ACTION ITEM:
Pull every line with "flags" from the entries below.

START DATASET EXTRACT

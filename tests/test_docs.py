"""README and DEVELOPERS against the program: nothing named that is not there, nothing left out."""

import json
import re
from pathlib import Path

import pytest
from typer.main import get_command

import digitize.cli
import measure.cli

ROOT = Path(__file__).parents[1]
README = (ROOT / "README.md").read_text("utf-8")
DEVELOPERS = (ROOT / "DEVELOPERS.md").read_text("utf-8")
COMMANDS = [
    (app, name)
    for app in (digitize.cli.app, measure.cli.app)
    for name in get_command(app).commands  # type: ignore[attr-defined]
]
PACKAGES = ("digitize", "measure")


@pytest.mark.parametrize(("app", "name"), COMMANDS, ids=lambda v: v if isinstance(v, str) else "")
def test_every_command_and_option_is_in_the_readme(app, name):
    command = get_command(app).commands[name]
    assert f" {name} " in README
    for parameter in command.params:
        flags = [flag for flag in parameter.opts if flag.startswith("--") and flag != "--help"]
        for flag in flags:
            shown = "-o" if flag == "--output" else flag
            assert re.search(rf"{shown}\b", README), f"{flag} of {name} is not in README.md"


def test_no_option_is_described_that_does_not_exist():
    known = {
        flag
        for app, name in COMMANDS
        for parameter in get_command(app).commands[name].params
        for flag in parameter.opts
    }
    table = [line for line in README.splitlines() if line.startswith("| `-")]
    assert len(table) > 8
    for line in table:
        for flag in re.findall(r"`(--?[a-z][a-z-]*)", line.split("|")[1]):
            assert flag in known, f"{flag} in README.md is no option"


@pytest.mark.parametrize("package", PACKAGES)
def test_every_module_has_its_line_for_developers(package):
    section = DEVELOPERS.split(f"### {package}\n")[1].split("\n## ")[0].split("\n### ")[0]
    cells = [line.split("|")[1] for line in section.splitlines() if line.startswith("| `")]
    named = {name for cell in cells for name in re.findall(r"`([a-z_]+)/?`", cell)}
    entries = sorted((ROOT / package).iterdir())
    modules = {p.stem for p in entries if p.suffix == ".py" and p.stem != "__init__"}
    folders = {p.name for p in entries if (p / "__init__.py").is_file()}
    assert modules | folders <= named, sorted((modules | folders) - named)
    assert named <= modules | folders, sorted(named - modules - folders)


@pytest.mark.parametrize("text", [README, DEVELOPERS], ids=["README", "DEVELOPERS"])
def test_files_that_are_named_exist(text):
    links = re.findall(r"\]\(([^)#]+)\)", text)
    paths = re.findall(r"`((?:digitize|measure|tests|sample_scans)/[\w/.]+)`", text)
    assert links or paths
    for name in [*links, *paths]:
        assert (ROOT / name).exists(), name


@pytest.mark.parametrize(
    ("schema", "heading"),
    [
        ("digitize/schema/tracing.schema.json", "**The tracing"),
        ("measure/schema/reading.schema.json", "**The reading"),
    ],
)
def test_fields_that_the_readme_names_are_in_the_schema(schema, heading):
    document = json.loads((ROOT / schema).read_text("utf-8"))
    paragraph = README.split(heading)[1].split("\n\n")[0]
    described = json.dumps(document)
    for name in re.findall(r"`([a-z_]+)`", paragraph):
        assert f'"{name}"' in described, f"{name} is not in {schema}"


def test_the_setup_line_reads_a_page_that_is_there():
    line = next(line for line in README.splitlines() if line.startswith("python3 -m venv"))
    sample = line.split(" read ")[1].split()[0]
    assert (ROOT / sample).is_file()
    assert (ROOT / sample).with_suffix(".expected.json").is_file()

END DATASET EXTRACT

SOLVED EXERCISE:
        flags = [flag for flag in parameter.opts if flag.startswith("--") and flag != "--help"]
        for flag in flags:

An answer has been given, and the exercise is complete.